Five Writing Secrets I Learned From Genesis

Today’s guest post is brought to you by Ben Emerson, one of the extraordinary (I’ve been using that word a lot lately, thanks to Ramona Quimby) folks I met over at BlogRocket. He’s at the beginning of a monumental undertaking – blogging about each and every chapter in the Bible, starting with Genesis and working his way through.

Today he’s taking a break from his normal exegetical style and providing us with something a little different: Five Writing Secrets I Learned From Genesis (the book of the Bible, not the musical band that brought us “I Can’t Dance” and “Tonight, Tonight, Tonight”). Enjoy!

A couple of months ago I decided that I wanted to blog through the entire Bible. I work in ministry and (confession!) have never actually read through it. So it was about time to buck up and go for it. I am nearing the completion of Genesis, the first book of the Bible, and was surprised to find so many helpful little nuggets about writing.

What follows is my humble contribution to Shawn’s “Five Writing Secrets I Learned From . . .” series.

1) Words matter.

I know, I know. Obvious right? But we often forget the strength of our words.

God uses words to create the world.
Noah uses words to curse his grandson. (who’s descendants will become Israel’s enemies. Coincidence? I think not.)

Just be careful how you use those things okay? They are powerful.

2) Learn From Those Who Came Before

Isaac was an apple that didn’t fall too far from the tree. He and his old man had a “wonderful” habit of lying that their wives were their sisters. And this never caused any problems for anyone!

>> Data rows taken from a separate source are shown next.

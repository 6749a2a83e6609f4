"""Hostile input, property-based (issue 11): generated scenarios (valid, and valid ones with
one thing broken) -- plain channels, channels on stackups (lines on layers, drilled vias,
skew) and on group lines with crosstalk, with budgets (checks, bands, masks), [plots],
[time] and [compare] --, Touchstone texts (valid and corrupted), and the options of
``line``, ``build``, ``inspect``, ``extract``, ``fit`` and ``sweep`` (plans valid and
broken). Whatever the input:

* the exit code is 0 or 2 (a sweep: 1 when some of its cases failed, each error in its
  table) and nothing raises (a traceback fails the test);
* a refusal is one ``error:`` line naming the offending key -- a missing key as missing,
  a bad imported file by its path -- and leaves no file behind;
* a success prints strict JSON (RFC 8259: no NaN or Infinity) with no NaN hidden in it,
  writes only the files it lists, and its S-parameters are finite, passive (largest
  singular value <= 1 + 1e-9) and reciprocal (max |S - S^T| <= 1e-9) -- the IEEE
  370-2020 passivity and reciprocity criteria at a 1e-9 tolerance -- unless a file was
  accepted ``as_is`` (the outputs then say they carry no guarantee).

Excluded for now, and why: differential channels whose insertion loss exceeds 100 dB are
not held to the passivity/reciprocity bound (very lossy coupled pairs lose precision in
the modal path; that is being fixed separately), and the generated valid channels stay
well below it (lines of a few inches, sweeps to 40 GHz). Imported files in the valid
channels always hold a 0 Hz point (the DC extrapolation of files without one is not
exercised here). The field solver runs at its coarsest accuracy, and only where a line
needs it (a mask, two laminates, a group of traces) or asks for it; group channels get a
handful of examples (a solve per example).

Example counts are sized for ``make test`` (well under two minutes on two cores);
``make soak`` runs the same properties with twenty times as many random examples.
"""

from __future__ import annotations

import os
import tempfile
from pathlib import Path

import numpy as np
from hostile_boards import group_scenario, stackup_scenario
from hostile_commands import (
    CommandCase,
    broken_sweep_case,
    extract_case,
    fit_case,
    inspect_case,
    sweep_case,
)
from hostile_common import check_network, finite_tree, no_nan_reason, run_cli, strict_json
from hostile_strategies import (
    Case,
    broken_scenario,
    line_options,
    toml_text,
    touchstone_case,
    valid_scenario,
)
from hypothesis import HealthCheck, event, given, note, settings
from hypothesis import strategies as st

from losslane.errors import LossLaneError
from losslane.network.touchstone import read_touchstone

settings.register_profile(
    "fast",
    deadline=None,
    suppress_health_check=[HealthCheck.function_scoped_fixture, HealthCheck.too_slow],
    derandomize=True,
)
settings.register_profile(
    "soak",
    deadline=None,
    suppress_health_check=[HealthCheck.function_scoped_fixture, HealthCheck.too_slow],
)
SOAK = os.environ.get("LOSSLANE_SOAK") == "1"
settings.load_profile("soak" if SOAK else "fast")


def examples(n: int) -> int:
    """``n`` examples in ``make test``; twenty times as many under ``make soak``."""
    return 20 * n if SOAK else n


#: a differential output beyond this insertion loss is not held to the 1e-9 bounds (see
#: the module docstring)
PAIR_LOSS_LIMIT_DB = 100.0


def _write_case(directory: Path, case: Case) -> Path:
    for name, content in case.files.items():
        p = directory / name
        if isinstance(content, bytes):
            p.write_bytes(content)
        else:  # TOML is UTF-8; Touchstone files are read as Latin-1
            p.write_text(content, encoding="utf-8" if name.endswith(".toml") else "latin-1")
    scenario = directory / "lane.toml"
    scenario.write_text(toml_text(case.doc), encoding="utf-8")
    return scenario


def _listing(directory: Path) -> set[Path]:
    return set(directory.rglob("*"))


def _check_success(out: str, out_dir: Path, case: Case) -> None:
    doc = strict_json(out)
    no_nan_reason(doc)
    assert finite_tree(doc)
    written = {Path(p).resolve() for p in doc["files"]}
    assert written == {p.resolve() for p in out_dir.iterdir()}  # only what it lists
    budget_json = [p for p in written if p.name.endswith("-budget.json")]
    assert len(budget_json) == 1
    no_nan_reason(strict_json(budget_json[0].read_text(encoding="utf-8")))
    net = read_touchstone(doc["touchstone"])
    s = np.asarray(net.s)
    assert net.nports == (case.nports or (4 if case.differential else 2))
    assert np.all(np.isfinite(s))
    if case.as_is:  # a file accepted as it is: the outputs say they carry no guarantee
        assert doc["guaranteed_passive_reciprocal"] is False
        return
    assert doc["guaranteed_passive_reciprocal"] is True
    if case.nports:  # a channel on group lines: the victim's own file too
        for p in written:
            if p.suffix.startswith(".s") and p.suffix.endswith("p"):
                check_network(np.asarray(read_touchstone(p).s), 1e-9)
    if case.differential:
        il = -20 * np.log10(np.maximum(np.abs(s[:, 2, 0]), 1e-300))
        if float(np.max(il)) > PAIR_LOSS_LIMIT_DB:
            note(f"differential loss {np.max(il):.1f} dB: passivity not asserted")
            return
    check_network(s, 1e-9)


def _run_build(case: Case, plots: bool = False) -> tuple[int, str, str, Path]:
    import contextlib
    import io

    d = Path(tempfile.mkdtemp(prefix="hostile-"))
    scenario = _write_case(d, case)
    note(scenario.read_text(encoding="utf-8"))
    out_dir = d / "out"
    argv = ["build", str(scenario), "--out", str(out_dir), "--json"]
    if not plots:
        argv.append("--no-plots")
    from losslane.cli import main

    stdout, stderr = io.StringIO(), io.StringIO()
    try:
        with contextlib.redirect_stdout(stdout), contextlib.redirect_stderr(stderr):
            rc = main(argv)
    except BaseException:
        _cleanup(d)  # a traceback fails the test; its scratch folder goes all the same
        raise
    return rc, stdout.getvalue(), stderr.getvalue(), d


def _cleanup(d: Path) -> None:
    import shutil

    shutil.rmtree(d, ignore_errors=True)


def _refusal(err: str) -> str:
    lines = [ln for ln in err.splitlines() if ln.startswith("error: ")]
    assert len(lines) == 1, err
    return lines[0]


@settings(max_examples=examples(40))
@given(valid_scenario())
def test_valid_scenarios_build_passive_reciprocal_strict_outputs(case):
    rc, out, err, d = _run_build(case)
    try:
        note(err)
        assert rc == 0, err
        _check_success(out, d / "out", case)
        assert [p.name for p in d.iterdir() if p.name.startswith(".")] == []
    finally:
        _cleanup(d)


@settings(max_examples=examples(6))
@given(st.one_of(valid_scenario(), valid_scenario(), stackup_scenario(), group_scenario()))
def test_valid_scenarios_with_charts(case):
    rc, out, err, d = _run_build(case, plots=True)
    try:
        assert rc == 0, err
        _check_success(out, d / "out", case)
    finally:
        _cleanup(d)


@settings(max_examples=examples(150))
@given(broken_scenario())
def test_broken_scenarios_are_refused_naming_the_key(case):
    note(f"{case.what}: {case.key}")
    rc, out, err, d = _run_build(case)
    event(f"{case.what}: exit {rc}")
    try:
        note(err)
        assert rc in (0, 2), err
        if rc == 0:  # the mutation happened to be valid: the outputs must be sound
            _check_success(out, d / "out", case)
            return
        msg = _refusal(err)
        assert out == ""
        assert not (d / "out").exists()
        assert [p.name for p in d.iterdir() if p.name.startswith(".")] == []
        _names_key(case, msg)
    finally:
        _cleanup(d)


def _names_key(case: Case, msg: str) -> None:
    """A refusal names the broken key (a missing one as missing), or one of the keys
    that refer to it."""
    if case.what == "missing":
        assert "missing" in msg and case.key in msg, msg
    else:
        assert any(k in msg for k in (case.key, *case.also)), msg


def _refused_or_sound(case: Case, plots: bool = False) -> None:
    """Build a (possibly broken) case: exit 0 with sound outputs, or exit 2 naming the
    key, with nothing written."""
    rc, out, err, d = _run_build(case, plots)
    event(f"{case.what}: exit {rc}")
    try:
        note(err)
        assert rc in (0, 2), err
        if rc == 0:
            _check_success(out, d / "out", case)
            assert [p.name for p in d.iterdir() if p.name.startswith(".")] == []
            return
        assert case.what != "valid", err
        msg = _refusal(err)
        assert out == ""
        assert not (d / "out").exists()
        assert [p.name for p in d.iterdir() if p.name.startswith(".")] == []
        _names_key(case, msg)
    finally:
        _cleanup(d)


@settings(max_examples=examples(40))
@given(stackup_scenario())
def test_valid_stackup_scenarios(case):
    _refused_or_sound(case)


@settings(max_examples=examples(120))
@given(broken_scenario(stackup_scenario()))
def test_broken_stackup_scenarios(case):
    note(f"{case.what}: {case.key}")
    _refused_or_sound(case)


@settings(max_examples=examples(5))
@given(group_scenario())
def test_valid_group_scenarios(case):
    _refused_or_sound(case)


@settings(max_examples=examples(12))
@given(broken_scenario(group_scenario()))
def test_broken_group_scenarios(case):
    note(f"{case.what}: {case.key}")
    _refused_or_sound(case)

You can do this with writers you admire. Learn form what they do. Try and emulate them. But try to do it with things that are actually, you know, helpful.

3) Get to the Point.

I would like to quote, verbatim, Jacob’s request to marry Rachel to her father.

“Give me my wife that I may go in to her, for my time is completed.”

Did you notice how quickly he got to the point? That guy wasn’t messing around with superfluous verbosity. Neither should you!*

4) Never Let Your Guard Down

Just ask Jacob.

He was just minding his own business when BAM! Out of the bushes came God like a fearsome jungle cat. Jacob was ready and they fought until dawn.

Are you ready for the inspiration that might attack you out of nowhere? I recommend always having a notepad, a pencil, and chain-mail.

5) Stay Focused

God spends a lot of time blessing people: Humanity, Noah, Abraham, Isaac, Ishmael, Sarah, Jacob and others.

He remembers the plot to his own story and doesn’t stray from it. He focuses on his mission to bless the whole world.

A writing project is always better when it has a focus and sticks to it.

*Disclaimer: I mean this in the writing sense. I DO NOT under ANY CIRCUMSTANCES recommend saying what Jacob said to ANYONE.

There you have it. Now head on over to Ben’s blog and track his progress through the Bible. If you’re coming over here from over there and thought this sounded like a fun exercise, you could also check out:

Five Writing Secrets I Learned From the Princess Bride
Five Writing Secrets I Learned From Dumb and Dumber
Five Writing Secrets I Learned From the Movie “Inception”

7 Replies to “Five Writing Secrets I Learned From Genesis”

  1. Although, It wouldn’t be difficult to write “5 writing secrets I learned from Genesis . . . the band.”

    #1) Focus on your strengths. If you can’t dance but know that there is something special about the way you walk, become the best walker you can.

  2. I’ve been trying to practice #2 specifically in my writing. Although I tend to “steal” more than “emulate.”

    FTR – a guy could quote Jacob to my Mom and if he had a paycheck and a place to stay, she would be all in.

  3. @Ben, I LOVE your current writing project – it is must reading for any believer! I agree that the best content has focus and direction (lessons I’m learning through the BlogRocket community)!